Comi G P, Prelle A, Bresolin N, Moggio M, Bardoni A, Gallanti A, Vita G, Toscano A, Ferro M T, Bordoni A
Institute of Clinical Neurology, Dino Ferrari Centre, University of Milano, Italy.
Brain. 1994 Feb;117 ( Pt 1):1-14. doi: 10.1093/brain/117.1.1-a.
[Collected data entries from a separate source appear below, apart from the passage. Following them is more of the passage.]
import type { MigrationInterface, QueryRunner } from 'typeorm';

/** A session remembers the preset it was started from, loaded from or saved as (for "Update preset"). */
export class SessionSourcePreset1764670000000 implements MigrationInterface {
  name = 'SessionSourcePreset1764670000000';

  async up(runner: QueryRunner): Promise<void> {
    await runner.query(`ALTER TABLE "sessions" ADD COLUMN "sourcePresetId" varchar`);
  }

  async down(runner: QueryRunner): Promise<void> {
    await runner.query(`ALTER TABLE "sessions" DROP COLUMN "sourcePresetId"`);
  }
}
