import type { MigrationInterface, QueryRunner } from 'typeorm';

/** Signed-out tokens, refused until their expiry. */
export class RevokedTokens1764650000000 implements MigrationInterface {
  name = 'RevokedTokens1764650000000';

  async up(runner: QueryRunner): Promise<void> {
    await runner.query(`CREATE TABLE "revoked_tokens" (
      "jti" varchar PRIMARY KEY NOT NULL,
      "userId" varchar NOT NULL,
      "expiresAt" datetime NOT NULL,
      "revokedAt" datetime NOT NULL
    )`);
    await runner.query(`CREATE INDEX "revoked_tokens_expires" ON "revoked_tokens" ("expiresAt")`);
  }

  async down(runner: QueryRunner): Promise<void> {
    await runner.query(`DROP TABLE "revoked_tokens"`);
  }
}
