import { useMutation, useQueryClient } from '@tanstack/react-query';
import type { z } from 'zod';
import type { PresetDetail } from '../../../../shared/api/responses';
import { updatePresetBody } from '../../../../shared/api/schemas';
import { apiRequest } from '../../../lib/api-client';
import { getPresetQueryOptions } from './get-preset';
import { presetsQueryKey } from './get-presets';

export const updatePresetInputSchema = updatePresetBody;
export type UpdatePresetInput = z.input<typeof updatePresetBody>;

export async function updatePreset(presetId: string, input: UpdatePresetInput): Promise<PresetDetail> {
  return (await apiRequest<{ preset: PresetDetail }>(`/presets/${presetId}`, { method: 'PATCH', body: input })).preset;
}

/** Renames a preset or changes its tags, description or patch; the studio's lists refresh. */
export function useUpdatePreset(studioId: string) {
  const queryClient = useQueryClient();
  return useMutation({
    mutationFn: ({ presetId, input }: { presetId: string; input: UpdatePresetInput }) => updatePreset(presetId, input),
    onSuccess: (preset) => {
      queryClient.setQueryData(getPresetQueryOptions(preset.id).queryKey, preset);
      return queryClient.invalidateQueries({ queryKey: presetsQueryKey(studioId) });
    },
  });
}
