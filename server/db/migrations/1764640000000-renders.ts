import type { MigrationInterface, QueryRunner } from 'typeorm';

/** Render jobs and the files they made. */
export class Renders1764640000000 implements MigrationInterface {
  name = 'Renders1764640000000';

  async up(runner: QueryRunner): Promise<void> {
    await runner.query(`CREATE TABLE "renders" (
      "id" varchar PRIMARY KEY NOT NULL,
      "studioId" varchar NOT NULL REFERENCES "studios" ("id") ON DELETE CASCADE,
      "kind" varchar NOT NULL,
      "name" varchar NOT NULL,
      "state" varchar NOT NULL,
      "progressPercent" integer NOT NULL DEFAULT (0),
      "sourceKind" varchar NOT NULL,
      "sourceId" varchar NOT NULL,
      "sourceName" varchar NOT NULL,
      "sessionId" varchar,
      "output" text NOT NULL,
      "noteSet" text,
      "patch" text NOT NULL,
      "fileName" varchar,
      "sizeBytes" integer,
      "estimatedBytes" integer NOT NULL DEFAULT (0),
      "durationS" real,
      "peakDbfs" real,
      "truePeakDbtp" real,
      "integratedLufs" real,
      "fileCount" integer,
      "error" varchar,
      "createdById" varchar REFERENCES "users" ("id") ON DELETE SET NULL,
      "createdAt" datetime NOT NULL DEFAULT (datetime('now')),
      "finishedAt" datetime
    )`);
    await runner.query(`CREATE INDEX "renders_studio_created" ON "renders" ("studioId", "createdAt")`);
  }

  async down(runner: QueryRunner): Promise<void> {
    await runner.query(`DROP TABLE "renders"`);
  }
}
We have investigated 59 Becker muscular dystrophy patients, representing 56 independent mutations, to test the hypothesis of predictability of muscle dystrophin expression and clinical phenotype based on location of dystrophin gene mutations. Partial intragenic deletions and duplications account for 82% of the independent mutations, of which 76.7% were deletions and 5.3% duplications. Mutations in which boundaries could be defined, were of in-frame type (35 out of 37, 94.6%, with two exceptions. Eighty-two percent of mutations were located at the distal part of the rod domain (exons 45-60), 9% at domain I (promoter through exon 9) and 9% at proximal and central parts of domain II. Domain I deleted patients tended to have a worse clinical phenotype, with earlier presentation, faster progression rate and lower dystrophin expression, while distal rod domain deleted patients showed a more classic Becker muscular dystrophy phenotype. Between these two groups, only the differences in the immunohistochemical patterns of dystrophin expression and disease progression rate were statistically significant. Partial clinical and biochemical heterogeneity was observed in the distal domain II patient group, due to the presence of few patients covering the extremities of clinical severity. Two asymptomatic patients had deletions located in the central (exons 41-44) and distal parts (exons 50-53) of the rod domain. Severe myalgia and cramps were often reported as early onset symptoms (18 out of 59): no correlation was found between this symptomatology and the location of the mutation. Relative levels of muscle dystrophin correlated with immunohistochemical patterns of subsarcolemma staining. Dystrophin levels (as estimated by 30 kDa antibody immuno-reactivity) correlated with age of reaching a moderate degree of muscle involvement as well as with delay in reaching that stage, a parameter of disease progression rate. Our data confirm that different Becker muscular dystrophy gene in-frame mutations have different effects on dystrophin expression and clinical severity, indicating several functional roles of the dystrophin domains.
我们研究了59例贝克型肌营养不良患者,这些患者代表56种独立突变,以检验基于肌营养不良蛋白基因突变位置预测肌肉中肌营养不良蛋白表达及临床表型这一假设。部分基因内缺失和重复占独立突变的82%,其中76.7%为缺失,5.3%为重复。边界能够确定的突变属于读码框内类型(37例中有35例,占94.6%,有两个例外)。82%的突变位于杆状结构域远端部分(外显子45 - 60),9%位于结构域I(从启动子到外显子9),9%位于结构域II的近端和中部。结构域I缺失的患者临床表型往往更差,起病更早,进展速度更快,肌营养不良蛋白表达更低,而杆状结构域远端缺失的患者表现出更典型的贝克型肌营养不良表型。在这两组之间,只有肌营养不良蛋白表达的免疫组化模式和疾病进展速度的差异具有统计学意义。由于覆盖临床严重程度两端的患者较少,在结构域II远端患者组中观察到部分临床和生化异质性。两名无症状患者的缺失位于杆状结构域中部(外显子41 - 44)和远端部分(外显子50 - 53)。严重肌痛和痉挛常被报告为早期症状(59例中有18例):未发现这种症状与突变位置之间存在相关性。肌肉中肌营养不良蛋白的相对水平与肌膜下染色的免疫组化模式相关。肌营养不良蛋白水平(通过30 kDa抗体免疫反应性估计)与达到中度肌肉受累程度的年龄以及达到该阶段的延迟相关,后者是疾病进展速度的一个参数。我们的数据证实,不同的贝克型肌营养不良基因读码框内突变对肌营养不良蛋白表达和临床严重程度有不同影响,表明肌营养不良蛋白结构域具有多种功能作用。